A foreign tourist pays via Alipay at a store in Beijing. (Photo/China Daily)
China is seeking greater breakthroughs in facilitating foreign visitors' payments by the end of June as relevant efforts have borne initial fruits with overseas visitors' onshore payments as bank cards and mobile payment saw double-digit growth last month.
At a meeting attended by central bank officials and leaders from financial institutions on Saturday, Zhang Qingsong, deputy governor of the People's Bank of China, the country's central bank, called for efforts to treat optimizing payment services as a priority and to strive for even more significant breakthroughs by the end of June.

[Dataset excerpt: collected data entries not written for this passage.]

@pytest.mark.parametrize("reader", [read_map, read_odometry_config, read_camera,
                                    lambda p: read_yaml(p, "baseline")])
def test_dev_zero_folder_and_missing_are_refused(reader, tmp_path):
    """/dev/zero would grow memory without bound; a folder and a missing path are
    plain mistakes. Each is one line naming the path."""
    for path in ["/dev/zero", tmp_path, tmp_path / "nope.yaml"]:
        with pytest.raises(InputError) as err:
            reader(path)
        assert str(path) in _one_line(err.value)


@pytest.mark.skipif(not hasattr(os, "mkfifo"), reason="no FIFOs on this system")
def test_fifo_is_refused_without_waiting(tmp_path):
    """A FIFO with no writer would block open() forever; it is refused at once.
    The read runs on a thread so that a regression fails instead of hanging."""
    fifo = tmp_path / "map.yaml"
    os.mkfifo(fifo)
    outcome = []

    def attempt():
        try:
            read_map(fifo)
        except InputError as exc:
            outcome.append(str(exc))

    worker = threading.Thread(target=attempt, daemon=True)
    worker.start()
    worker.join(10)
    assert not worker.is_alive(), "reading a FIFO blocked"
    assert outcome and "not a regular file" in outcome[0]


def test_size_cap(tmp_path, monkeypatch):
    path = tmp_path / "big.yaml"
    path.write_text("a: 1\n" * 100)
    assert len(read_side_file(path, "map file", 10_000)) == 500
    with pytest.raises(InputError, match="over the"):
        read_side_file(path, "map file", 499)
    monkeypatch.setattr(yaml_file, "YAML_CAP", 100)
    with pytest.raises(InputError, match=r"big\.yaml.*500 bytes"):
        read_yaml(path, "map file")


# --- the guarded loader --------------------------------------------------------------

def _bomb(levels: int) -> str:
    text = 'a: &a ["x","x","x","x","x","x","x","x","x"]\n'
    for i in range(1, levels):
        prev, name = chr(96 + i), chr(97 + i)
        text += f"{name}: &{name} [" + ", ".join([f"*{prev}"] * 9) + "]\n"
    return text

Zhang said that the initiative to optimize payment services has expanded from pilot actions in 17 key cities to nationwide efforts, calling for further enhancing the sustainability of the initiative.
Stressing payment service optimization as one of the most prominent tasks of the PBOC throughout the year, Zhang called for continuous efforts to boost bank card acceptance, enhance payment services at bank branches, give further play to the role of cash as the last resort of payments and further improve foreign currency exchange services.
He also underlined the specific need for the country's major international airports to explore sustainable schemes to provide better payment assistance services for foreign arrivals.
So far, more than 20 provinces and cities including Beijing, Guangzhou, Shenzhen, Dalian, Chengdu, Shaanxi, Henan and Fujian have launched their plans to optimize payment services.
With key merchants encouraged to accept international bank cards, the number and value of transactions via international card POS terminals in China increased both by about 20 percent in April compared with March, data compiled by the central banks showed.
In April, overseas visitors conducted 19.05 million transactions using mobile payment tools in China, totaling 2.7 billion yuan ($373.6 million) in value, which marked a month-on-month increase of 10 percent and 11 percent, respectively.
Of these, a total of 900,000 overseas visitors made their mobile payments by linking their overseas bank cards with domestic mobile payment platforms, while 1.13 million used their overseas mobile payment wallets directly in China.